Global Mental Health

In most low and middle income countries, at least 75% of individuals identified with a mental illness receive no care.*

Today’s lecture in Social Medicine given by Dr. Anne Becker and Dr. Bepi Raviola revealed that 3 of the top 10 leading causes of years lived with disability in low and middle income countries are mental illnesses, with unipolar depressive disorders being the number 1 cause of disability. In fact, by 2030 unipolar depressive disorders will be only second to HIV/AIDS as the overall leading cause of burden of disease, or DALYs. In the aftermath of disasters, such as in Haiti, the situation is even worse.

But there’s no need to look elsewhere to see the poor state of care for the mentally ill. In the United States, the largest providers of mental health services are in prisons. It was also only a little over half a century ago when it was the norm to lock people in asylums or perform psychosurgery by inserting an ice pick through the eye socket, into the brain, and cutting away at the frontal lobe.

We’d like to think that we’ve moved away from such inhumane and grotesque treatment of people. But who knows if 50 years from now we’ll look back and ask ourselves why we were medicating people.

There is, however, a case for optimism. During my time at The Coalition of Behavioral Health Agencies in New York, I worked with some of the most passionate individuals on the front lines of mental health care and advocacy, pushing for a recovery-oriented and person-centered approach. Unlike the old model of either controlling or stabilizing a person, this new approach sees the person behind the disorder and tries to get people back on their feet again. Many of these programs use creative and innovative ways to help people find jobs, live self-sufficiently, and develop community and deep relationships with others. And it’s been working.

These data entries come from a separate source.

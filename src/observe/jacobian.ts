/**
 * Analytic Jacobians of every observable with respect to a model's free parameters, and the matching
 * value-only evaluation, at spatial frequencies with optional wavelengths and channel widths.
 *
 * The model is folded into its canonical form with forward-mode dual numbers, so every term's flux, shift,
 * linear maps and shape parameters carry their gradients over the free parameters (`jacobian-plan.ts`). Per
 * point, each factor's kernel gives its value and exact slopes (`kernels/derivatives.ts`,
 * `kernels/component-derivatives.ts`); the chain rule then runs through |A^T q|^2 or A^T q (linear maps), the
 * phase ramp (shifts), the kernel coefficients (shape parameters) and the normalisation by the total flux.
 *
 * With wavelengths, points are grouped by distinct (sub-)wavelength and the model is canonicalised with
 * gradients once per wavelength, so wavelength-dependent slots (power laws, blackbody ratios) and their
 * coefficients take part; with channel widths the observables are channel averages exactly as in
 * `observe/chromatic.ts`.
 *
 * @module
 */
import { Matrix } from 'ml-matrix';
import { InputError, ModelError } from '../errors.js';
import { canonicalise } from '../model/canonical.js';
import { hasChromaticSlot } from '../model/chromatic-slot.js';
import type { Model } from '../model/model.js';
import { boundedFrequencyColumn, DEG_PER_RAD, frequencyColumn } from '../units/index.js';
import {
  type ChromaticOptions,
  channelSamples,
  chromaticBispectrum,
  chromaticVis2,
  chromaticVisibilities,
  DEFAULT_BAND_SAMPLES,
} from './chromatic.js';
import { compileJacobianPlan, type JPlan, runJacobian } from './jacobian-plan.js';
import { parameterVector } from './parameters.js';

/** Names of the observables that have values and Jacobians here. */
export type ObservableName =
  | 'visre'
  | 'visim'
  | 'vis2'
  | 'visamp'
  | 'visphi'
  | 't3phi'
  | 't3amp'
  | 't3re'
  | 't3im';
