// Each error's block (one holding all its rows), its unit right-hand sides
// there, and the node voltages each block sums; false: an error or a
// voltage no block holds whole.
bool DcTree::plan_errors(const MnaSystem& mna, const std::vector<CascadeError>& errors) {
  auto holder = [&](const int* unknowns, int count) {
    for (int i = 0; i < count; ++i) {
      const int b = owner_[static_cast<std::size_t>(unknowns[i])];
      bool all = true;
      for (int k = 0; k < count && all; ++k) all = local_in(static_cast<std::size_t>(b), unknowns[k]) >= 0;
      if (all) return b;
    }
    return -1;
  };
  struct Part {
    int block, row;
    std::size_t error;
    double coefficient;
  };
  std::vector<Part> parts;
  home_.assign(errors.size(), -1);
  for (std::size_t e = 0; e < errors.size(); ++e) {
    const CascadeError& error = errors[e];
    if (error.part_count == 0) continue;
    int rows[2] = {error.parts[0].row, error.parts[1].row};
    const int b = holder(rows, error.part_count);
    if (b < 0) return false;
    home_[e] = b;
    for (int p = 0; p < error.part_count; ++p)
      parts.push_back({b, local_in(static_cast<std::size_t>(b), rows[p]), e, error.parts[static_cast<std::size_t>(p)].coefficient});
  }
  // Units: one per (block, row); the parts by block, then error.
  std::stable_sort(parts.begin(), parts.end(), [](const Part& x, const Part& y) {
    return x.block != y.block ? x.block < y.block : x.error < y.error;
  });
  units_.clear();
  homed_.clear();
  homed_parts_.clear();
  std::vector<int> unit_of_local(static_cast<std::size_t>(kMostBlockUnknowns), -1);
  int ell_at = 0;
  for (std::size_t k = 0; k < parts.size();) {
    const int b = parts[k].block;
    Block& block = blocks_[static_cast<std::size_t>(b)];
    block.units_begin = static_cast<int>(units_.size());
    block.homed_begin = static_cast<int>(homed_.size());
    std::fill(unit_of_local.begin(), unit_of_local.end(), -1);
    for (; k < parts.size() && parts[k].block == b; ++k) {
      int& unit = unit_of_local[static_cast<std::size_t>(parts[k].row)];
      if (unit < 0) {
        unit = static_cast<int>(units_.size());
        units_.push_back({parts[k].row, ell_at});
        ell_at += block.size();
      }
      if (homed_.empty() || homed_.back().error != parts[k].error || static_cast<int>(homed_.size()) == block.homed_begin)
        homed_.push_back({parts[k].error, static_cast<int>(homed_parts_.size()), 0});
      homed_parts_.push_back({unit, parts[k].coefficient});
      homed_.back().parts_end = static_cast<int>(homed_parts_.size());
    }
    block.units_end = static_cast<int>(units_.size());
    block.homed_end = static_cast<int>(homed_.size());
  }
  home_entry_.assign(errors.size(), -1);
  for (std::size_t h = 0; h < homed_.size(); ++h) home_entry_[homed_[h].error] = static_cast<int>(h);
  ell_.assign(static_cast<std::size_t>(ell_at), 0.0);

  // Node voltages, grouped by block.
  const std::size_t node_unknowns = mna.circuit().node_count() - 1;
  std::vector<std::pair<int, std::size_t>> by_block;
  for (std::size_t k = 0; k < node_unknowns; ++k) {
    const auto terms = mna.voltage_terms(static_cast<int>(k) + 1);
    if (terms.count == 0) continue;
    int unknowns[2] = {terms.term[0].unknown, terms.term[1].unknown};
    const int b = holder(unknowns, terms.count);
    if (b < 0) return false;
    by_block.push_back({b, k});
  }
  std::stable_sort(by_block.begin(), by_block.end(),
                   [](const auto& x, const auto& y) { return x.first < y.first; });
  observables_.clear();
  terms_.clear();
  node_observable_.assign(node_unknowns, -1);
  for (std::size_t i = 0; i < by_block.size(); ++i) {
    const auto [b, k] = by_block[i];
    Block& block = blocks_[static_cast<std::size_t>(b)];
    if (i == 0 || by_block[i - 1].first != b) block.observables_begin = static_cast<int>(observables_.size());
    const auto terms = mna.voltage_terms(static_cast<int>(k) + 1);
    Observable o;
    o.node = static_cast<int>(k);
    o.terms_begin = static_cast<int>(terms_.size());
    for (int t = 0; t < terms.count; ++t)
      terms_.push_back({local_in(static_cast<std::size_t>(b), terms.term[static_cast<std::size_t>(t)].unknown),
                        terms.term[static_cast<std::size_t>(t)].coefficient});
    o.terms_end = static_cast<int>(terms_.size());
    node_observable_[k] = static_cast<int>(observables_.size());
    observables_.push_back(o);
    block.observables_end = static_cast<int>(observables_.size());
  }
  sums_.assign(observables_.size(), DcSums{});
  return true;
}

// Variant v of block b's matrix: 0 its own unknowns (M), 1 all of them
// (L), 2 + k all but its k-th cut: whether the parent cut is in, which
// local unknown is left out (-1: none), and the order's size.
DcTree::Variant DcTree::variant(std::size_t b, int v) const {
  const Block& block = blocks_[b];
  Variant out;
  out.with_parent = v != kUp && block.parent_cut >= 0;
  out.skip = v >= kSkipFirst ? cuts_[static_cast<std::size_t>(block_cuts_[static_cast<std::size_t>(block.cuts_begin + v - kSkipFirst)])].local : -1;
  out.size = (out.with_parent ? block.size() : block.owned) - (out.skip >= 0 ? 1 : 0);
  out.order = orders_.data() + order_of_[static_cast<std::size_t>(block.orders_at + v)];
  return out;
}

// The parent cut's reduced diagonal A_pp - (the other sides' sigma) is
// structurally there: A_pp is, or the owner's side or a sibling reaches p
// both ways. Without it a block hung on a controlled source's current (an
// unloaded output) finds the source's node held.
bool DcTree::parent_diagonal_there(const Block& block) const {
  if (parent_held(block)) return true;  // its row is x_p = 0
  const Cut& cut = cuts_[static_cast<std::size_t>(cut_of_[static_cast<std::size_t>(block.parent_cut)])];
  return cut.diagonal_at >= 0 || cut.owner_reduces || cut.reducing - (block.reduces ? 1 : 0) > 0;
}

bool DcTree::parent_held(const Block& block) const {
  return block.parent_cut >= 0 && held_[static_cast<std::size_t>(cut_of_[static_cast<std::size_t>(block.parent_cut)])];
}

// Visits the variant's entries as (row, column, value position or -1 for a
// reduced diagonal) in its compact local indices: the block's entries, each
// cut's diagonal, and the parent cut's (alone in its row when held).
template <typename Visit>
void DcTree::for_entries(std::size_t b, const Variant& v, Visit&& visit) const {
  const Block& block = blocks_[b];
  const int full = v.with_parent ? block.size() : block.owned;
  const bool held = v.with_parent && parent_held(block);
  for (int i = block.entries_begin; i < block.entries_end; ++i) {
    const Entry& e = entries_[static_cast<std::size_t>(i)];
    if (e.row >= full || e.col >= full || e.row == v.skip || e.col == v.skip) continue;
    if (held && e.row == block.owned) continue;
    visit(v.at(e.row), v.at(e.col), e.at);
  }
  for (int i = block.cuts_begin; i < block.cuts_end; ++i) {
    const Cut& cut = cuts_[static_cast<std::size_t>(block_cuts_[static_cast<std::size_t>(i)])];
    if (cut.local != v.skip && cut.reducing > 0) visit(v.at(cut.local), v.at(cut.local), -1);
  }
  if (v.with_parent && parent_diagonal_there(block)) visit(v.at(block.owned), v.at(block.owned), -1);
}

// The variant's matrix into the dense LU in its block triangular order:
// each cut's diagonal less the sigma of what hangs below it, the parent
// cut's the diagonal the other sides leave (or x_p = 0 when held).
void DcTree::fill(std::size_t b, const double* values, const Variant& v) {
  const Block& block = blocks_[b];
  const int n = v.size;
  const int* row_at = v.order;
  const int* col_at = v.order + n;
  double* a = lu_.matrix(n);
  for_entries(b, v, [&](int r, int c, int at) {
    if (at >= 0) a[row_at[r] * n + col_at[c]] = values[at];
  });
  for (int i = block.cuts_begin; i < block.cuts_end; ++i) {
    const Cut& cut = cuts_[static_cast<std::size_t>(block_cuts_[static_cast<std::size_t>(i)])];
    if (cut.local == v.skip) continue;
    const int d = v.at(cut.local);
    for (int k = cut.children_begin; k < cut.children_end; ++k)
      a[row_at[d] * n + col_at[d]] -= sigma_[static_cast<std::size_t>(children_[static_cast<std::size_t>(k)])];
  }
  if (!v.with_parent) return;
  const int p = v.at(block.owned);
  a[row_at[p] * n + col_at[p]] = parent_held(block) ? 1.0 : parent_diagonal_[b];
}

// x from rhs (both in the variant's local indices) through its order.
bool DcTree::solve(const Variant& v, const double* rhs, double* x) {
  const int n = v.size;
  for (int i = 0; i < n; ++i) ordered_rhs_[static_cast<std::size_t>(v.order[i])] = rhs[i];
  if (!lu_.solve(ordered_rhs_.data(), ordered_x_.data())) return false;
  for (int j = 0; j < n; ++j) x[j] = ordered_x_[static_cast<std::size_t>(v.order[n + j])];
  return true;
}

// sigma = A_pU M^-1 A_Up, what the block and everything below it add to its
// parent cut's diagonal; and the proportions from that cut, -M^-1 A_Up.
bool DcTree::reduce_up(std::size_t b, const double* values) {
  const Block& block = blocks_[b];
  const Variant v = variant(b, kUp);
  fill(b, values, v);
  if (!lu_.factor()) return false;
  std::fill(rhs_.begin(), rhs_.begin() + block.owned, 0.0);
  for (int i = block.entries_begin; i < block.entries_end; ++i) {
    const Entry& e = entries_[static_cast<std::size_t>(i)];
    if (e.col == block.owned && e.row < block.owned) rhs_[static_cast<std::size_t>(e.row)] = values[e.at];
  }
  if (!solve(v, rhs_.data(), z_.data())) return false;
  double sigma = 0;
  for (int i = block.entries_begin; i < block.entries_end; ++i) {
    const Entry& e = entries_[static_cast<std::size_t>(i)];
    if (e.row == block.owned && e.col < block.owned) sigma += values[e.at] * z_[static_cast<std::size_t>(e.col)];
  }
  double* t = tau_.data() + block.tau_at;  // slot 0
  for (int k = 0; k < block.owned; ++k) t[k] = -z_[static_cast<std::size_t>(k)];
  t[block.owned] = 1.0;
  sigma_[b] = sigma;
  return std::isfinite(sigma);
}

Dr. Courtenay Harding, in a 32-year long study of serious schizophrenia patients in Vermont, showed that 62%-68% of the people significantly improved or recovered. These individuals exhibited no more enduring symptoms, no longer behaved oddly, did not require any more medications, were living in the community, and were working and relating well to others.

Curious, I asked Dr. Harding what it takes to help people recover. Her answer was simple but profound.

She replied, “You can start by asking them, ‘what do you need to get better?'”

*Patel V. Alcohol use and mental health in developing countries Annals of Epidemiology 2007; 17:S87-92.